### AVAILABLE DATA:
# ----------------------------------------------------------------------------- settings
@dataclass(frozen=True)
class CheckSettings:
    """What to check and the pass thresholds.

    samples, sampler, seed : random in-between samples ("sobol" or "latin_hypercube").
    centres, midpoints, loo, grid : include grid cell centres, grid edge
        midpoints, leave-one-out predictions at the design points, and the
        design points themselves (the baseline).
    points_file : optional CSV of extra check points (header = variable names).
    gamma_tolerance : pass when norm <= gamma (1 + tolerance).
    gain_margin_db, phase_margin_deg : required disk margins at the plant input
        (common practice 6 dB / 45 deg).
    loo_gates : whether leave-one-out predictions count in the overall verdict.
        They predict each design point from a grid with that point removed,
        i.e. at twice the grid spacing (and by extrapolation at the edges), so
        they are pessimistic evidence. None (default): they count only when the
        in-between points could not be checked on a true plant (no model, no
        validation file); otherwise they are reported point by point but do
        not fail the check.
    gamma_opt : compute the optimal gamma at each check point (costly).
    rate : compute the scheduling-rate bound.
    rate_certificate : compute the certified rates and gain bounds of
        :mod:`schedule.analysis` (LMIs; minutes on a big family), configured by
        the design's [rate_certificate] table.
    classical : compute classical margins at the plant input.
    chunk : points per work chunk (parallel runs).
    """

    samples: int = 64
    sampler: str = "sobol"
    seed: int = 0
    centres: bool = True
    midpoints: bool = True
    loo: bool = True
    grid: bool = True
    points_file: str | None = None
    gamma_tolerance: float = 0.02
    gain_margin_db: float = 6.0
    phase_margin_deg: float = 45.0
    loo_gates: bool | None = None
    gamma_opt: bool = True
    rate: bool = True
    rate_certificate: bool = False
    classical: bool = True
    chunk: int = 500

    @classmethod
    def from_spec(cls, spec, **overrides) -> CheckSettings:
        """Settings from a design's [check] table, with explicit overrides (None = keep)."""
        base = cls()
        if spec is not None:
            c = spec.check
            base = replace(base, samples=c.samples, sampler=c.sampler, seed=c.seed,
                           gamma_tolerance=c.gamma_tolerance, gain_margin_db=c.gain_margin_db,
                           phase_margin_deg=c.phase_margin_deg)
        kw = {k: v for k, v in overrides.items() if v is not None}
        out = replace(base, **kw)
        out.validate()
        return out

    def validate(self) -> None:
        if self.sampler not in ("sobol", "latin_hypercube"):
            raise InputError(f"sampler {self.sampler!r} is unknown; use 'sobol' or "
                             "'latin_hypercube'")
        if int(self.samples) != self.samples or self.samples < 0:
            raise InputError(f"samples={self.samples!r} must be a non-negative integer")
        if not self.gamma_tolerance >= 0:
            raise InputError(f"gamma_tolerance={self.gamma_tolerance!r} must be >= 0")
        if int(self.chunk) != self.chunk or self.chunk < 1:
            raise InputError(f"chunk={self.chunk!r} must be a positive integer")


# ----------------------------------------------------------------------------- batched LFT
def _stacked(P: dict, keys) -> dict:
    out = {}
    for k in keys:
        a = np.asarray(P[k], dtype=float)
        out[k] = a[None] if a.ndim == 2 else a
    return out


def closed_loop_many(P: dict, K: dict):
    """Lower LFT of stacked generalized plants with stacked controllers ``u = K y``.

    Same formulas as :func:`schedule.norms.closed_loop` (Zhou, Doyle and Glover
    1996, sec. 10.1), vectorized over the leading point index:
    with ``M = (I - D22 DK)^-1``, ``N = I + DK M D22``::

        Acl = [[A + B2 DK M C2, B2 N CK], [BK M C2, AK + BK M D22 CK]]
        Bcl = [[B1 + B2 DK M D21], [BK M D21]]
        Ccl = [C1 + D12 DK M C2, D12 N CK]
        Dcl = D11 + D12 DK M D21

    Raises
    ------
    ScheduleError (PlantError)
        If ``I - D22 DK`` is singular at a point (the message names it).
    """
    from .errors import PlantError

    P = _stacked(P, PLANT_KEYS)
    K = _stacked(K, ("A", "B", "C", "D"))
    A, B1, B2, C1, C2 = (P[k] for k in ("A", "B1", "B2", "C1", "C2"))
    D11, D12, D21, D22 = (P[k] for k in ("D11", "D12", "D21", "D22"))
    AK, BK, CK, DK = (K[k] for k in ("A", "B", "C", "D"))
    ny = C2.shape[1]
    W = np.eye(ny) - D22 @ DK
    cond = np.linalg.cond(W)
    bad = ~np.isfinite(cond) | (cond > 1e12)
    if np.any(bad):
        i = int(np.flatnonzero(bad)[0])
        raise PlantError(f"closed loop is not well posed at check point {i} (I - D22 DK has "
                         f"condition {cond[i]:.2e}); the controller feedthrough is too large")
    M = np.linalg.inv(W)
    DKM = DK @ M
    N = np.eye(DK.shape[1]) + DKM @ D22
    Acl = np.concatenate([
        np.concatenate([A + B2 @ DKM @ C2, B2 @ N @ CK], axis=2),
        np.concatenate([BK @ M @ C2, AK + BK @ M @ D22 @ CK], axis=2)], axis=1)
    Bcl = np.concatenate([B1 + B2 @ DKM @ D21, BK @ M @ D21], axis=1)
    Ccl = np.concatenate([C1 + D12 @ DKM @ C2, D12 @ N @ CK], axis=2)
    Dcl = D11 + D12 @ DKM @ D21
    return Acl, Bcl, Ccl, Dcl


def _below_level(A, B, C, D, level: np.ndarray) -> np.ndarray:
    """Hamiltonian test, batched: True where ||G||_inf < level (A assumed stable).

    With ``R = level^2 I - D'D > 0`` the norm is below the level iff
    ``H = [[A + B R^-1 D'C, B R^-1 B'], [-C'(I + D R^-1 D')C, -(A + B R^-1 D'C)']]``
    has no eigenvalue on the imaginary axis (Boyd, Balakrishnan and Kabamba 1989).
    """
    M = A.shape[0]
    out = np.zeros(M, dtype=bool)
    sd = sigma_max(D) if D.size else np.zeros(M)
    ok = sd < level
    if not np.any(ok):
        return out
    A, B, C, D, lv = A[ok], B[ok], C[ok], D[ok], level[ok]
    Dt = np.swapaxes(D, 1, 2)
    R = lv[:, None, None] ** 2 * np.eye(D.shape[2]) - Dt @ D
    Ri = np.linalg.inv(R)
    Ah = A + B @ Ri @ Dt @ C
    Ct = np.swapaxes(C, 1, 2)
    H = np.concatenate([
        np.concatenate([Ah, B @ Ri @ np.swapaxes(B, 1, 2)], axis=2),
        np.concatenate([-Ct @ (np.eye(D.shape[1]) + D @ Ri @ Dt) @ C, -np.swapaxes(Ah, 1, 2)],
                       axis=2)], axis=1)
    lam = np.linalg.eigvals(H)
    # candidates: eigenvalues near the axis (loose tolerance); each is confirmed by
    # evaluating sigma_max at its frequency (Bruinsma and Steinbuch 1990), so a
    # slow stable mode mistaken for an axis eigenvalue cannot fail a point.
    near = np.abs(lam.real) <= 1e-6 * np.maximum(1.0, np.abs(lam))
    res = np.ones(lam.shape[0], dtype=bool)
    for i in np.flatnonzero(near.any(axis=1)):
        w = np.unique(np.abs(lam[i][near[i]].imag))
        G = C[i] @ np.linalg.solve(1j * w[:, None, None] * np.eye(A.shape[1]) - A[i],
                                   np.broadcast_to(B[i], (w.size,) + B[i].shape)) + D[i]
        sig = sigma_max(G)
        res[i] = not np.any(sig >= lv[i] * (1.0 - 1e-6))
    out[ok] = res
    return out


def hinf_norms_many(A, B, C, D, level=None, responder: FrequencyResponder | None = None):
    """H-infinity norms of many stable systems at once.

    Returns ``(norm, peak_frequency, below)``: grid-plus-golden-section values
    (lower bounds, exact to the refinement tolerance at smooth peaks); where a
    ``level`` (M,) is given, ``below`` is the Hamiltonian certificate
    ``||G|| < level`` and every point where the certificate fails gets the
    exact value of :func:`schedule.norms.h_infinity_norm`.
    """
    from .margins import _refine_peak

    R = responder or FrequencyResponder(A, B, C, D)
    Mn = R.N
    w = default_frequencies(R.eigenvalues, count=120)
    H = R(w)
    vals = sigma_max(H)

    def fun(ww):
        return sigma_max(R(ww[:, None])[:, 0])

    norm, peak = _refine_peak(fun, w, vals, iterations=30)
    dinf = sigma_max(R.D) if R.D.size else np.zeros(Mn)
    peak = np.where(dinf > norm, np.inf, peak)
    norm = np.maximum(norm, dinf)
    if level is None:
        return norm, peak, None
    level = np.broadcast_to(np.asarray(level, dtype=float), (Mn,))
    below = _below_level(R.A, R.B, R.C, R.D, level)
    from .norms import h_infinity_norm

    for i in np.flatnonzero(~below & (norm < level)):
        try:
            nv, pf = h_infinity_norm(R.A[i], R.B[i], R.C[i], R.D[i], rtol=1e-8)
        except ScheduleError:
            continue
        norm[i], peak[i] = max(norm[i], float(nv)), float(pf)
    return norm, peak, below


# ----------------------------------------------------------------------------- the kernel
def check_arrays(P: dict, K: dict, gamma: float, gamma_tolerance: float = 0.02,
                 classical: bool = True) -> dict[str, np.ndarray]:
    """All frozen-point numbers for stacked plants ``P`` and controllers ``K`` (plain arrays).

    Returns a dict of arrays over the M points: ``spectral_abscissa``, ``stable``,
    ``norm``, ``peak_frequency``, ``ratio`` (norm / gamma), ``norm_ok``; disk
    margins ``in_loop_alpha`` (M, nu), ``in_all_alpha``, ``out_loop_alpha``
    (M, ny), ``out_all_alpha`` and the derived ``in_gain_db``, ``in_phase_deg``
    (worst channel, loop at a time), ``in_all_gain_db``, ``in_all_phase_deg``,
    ``out_gain_db``, ``out_phase_deg``, ``out_all_gain_db``, ``out_all_phase_deg``;
    with ``classical`` also ``in_classical_gain_db``, ``in_classical_phase_deg``
    (worst channel). A module-level function of arrays only, so it can run on
    worker processes or a dask cluster.
    """
    P = _stacked(P, PLANT_KEYS)
    K = _stacked(K, ("A", "B", "C", "D"))
    Acl, Bcl, Ccl, Dcl = closed_loop_many(P, K)
    R = FrequencyResponder(Acl, Bcl, Ccl, Dcl)
    sa = R.spectral_abscissa
    stable = sa < -1e-9 * np.maximum(1.0, np.abs(R.eigenvalues).max(axis=1, initial=0.0))
    M = Acl.shape[0]
    level = gamma * (1.0 + gamma_tolerance) * np.ones(M)
    norm = np.full(M, np.inf)
    peak = np.full(M, np.nan)
    below = np.zeros(M, dtype=bool)
    if np.any(stable):
        idx = np.flatnonzero(stable)
        sub = FrequencyResponder(Acl[idx], Bcl[idx], Ccl[idx], Dcl[idx])
        n_, p_, b_ = hinf_norms_many(None, None, None, None, level[idx], responder=sub)
        norm[idx], peak[idx], below[idx] = n_, p_, b_
    out: dict[str, np.ndarray] = {
        "spectral_abscissa": sa, "stable": stable, "norm": norm, "peak_frequency": peak,
        "ratio": norm / gamma, "norm_ok": stable & below,
    }
    G = (P["A"], P["B2"], P["C2"], P["D22"])
    Kt = (K["A"], K["B"], K["C"], K["D"])
    for at, tag in (("input", "in"), ("output", "out")):
        dm = disk_margins(G, Kt, at=at)
        out[f"{tag}_loop_alpha"] = dm.loop_alpha
        out[f"{tag}_all_alpha"] = dm.all_alpha
        out[f"{tag}_gain_db"] = dm.loop_gain_db.min(axis=1)
        out[f"{tag}_phase_deg"] = dm.loop_phase_deg.min(axis=1)
        out[f"{tag}_all_gain_db"] = dm.all_gain_db
        out[f"{tag}_all_phase_deg"] = dm.all_phase_deg
    if classical:
        cm = classical_margins(G, Kt, at="input")
        out["in_classical_gain_db"] = cm.gain_db.min(axis=1)
        out["in_classical_low_db"] = cm.gain_low_db.max(axis=1)
        out["in_classical_phase_deg"] = cm.phase_deg.min(axis=1)
    return out


def _kernel_chunk(P: dict, K: dict, gamma: float, tol: float, classical: bool) -> dict:
    return check_arrays(P, K, gamma, tol, classical)


def _take(d: dict, idx) -> dict:
    return {k: v[idx] for k, v in d.items()}


def check_points(P: dict, K: dict, gamma: float, settings: CheckSettings | None = None,
                 jobs: int = 1, cluster=None,
                 progress: Callable[[str, int, int], None] | None = None) -> dict:
    """:func:`check_arrays` over many points in chunks, serially, on workers or on dask."""
    from .parallel import run_chunks

    s = settings or CheckSettings()
    P = _stacked(P, PLANT_KEYS)
    K = _stacked(K, ("A", "B", "C", "D"))
    M = P["A"].shape[0]
    size = int(s.chunk)
    if jobs > 1 or cluster is not None:  # at least two chunks per worker
        workers = max(int(jobs), 2)
        size = max(1, min(size, -(-M // (2 * workers))))
    starts = list(range(0, M, size))
    chunks = [(_take(P, slice(a, a + size)), _take(K, slice(a, a + size)), float(gamma),
               s.gamma_tolerance, s.classical) for a in starts]
    parts: dict[int, dict] = {}
    done = 0
    for i, res in run_chunks(_kernel_chunk, chunks, jobs=jobs, cluster=cluster):
        parts[i] = res
        done += len(res["norm"])
        if progress:
            progress("check", done, M)
    if not parts:
        return {}
    return {k: np.concatenate([parts[i][k] for i in range(len(chunks))]) for k in parts[0]}


# ----------------------------------------------------------------------------- where
def spec_for_family(family: Family, model: str | None = None):
    """The DesignSpec stored with a family (None when the family holds no design text).

    ``model`` ("module:function") overrides the design's source with a model
    for the true plant at check points.
    """
    if not family.design_text:
        if model is not None:
            raise InputError("the family holds no design text, so a --model cannot be "
                             "combined with weights; check with the interpolated plant")
        return None
    from .design_file import parse_design
    from .store import family_base_dir

    base = family_base_dir(family) or "."
    spec = parse_design(family.design_text, base)
    if model is not None:
        if ":" not in model:
            raise InputError(f"model {model!r} must be written module:function")
        spec = replace(spec, source=replace(spec.source, model=model, model_file=None,
                                            operating_points=None))
    return spec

### TASK STATEMENT:
Copy each line of the records that contains the word "items".

### EXERCISE ANSWER:
        kw = {k: v for k, v in overrides.items() if v is not None}
    return {k: v[idx] for k, v in d.items()}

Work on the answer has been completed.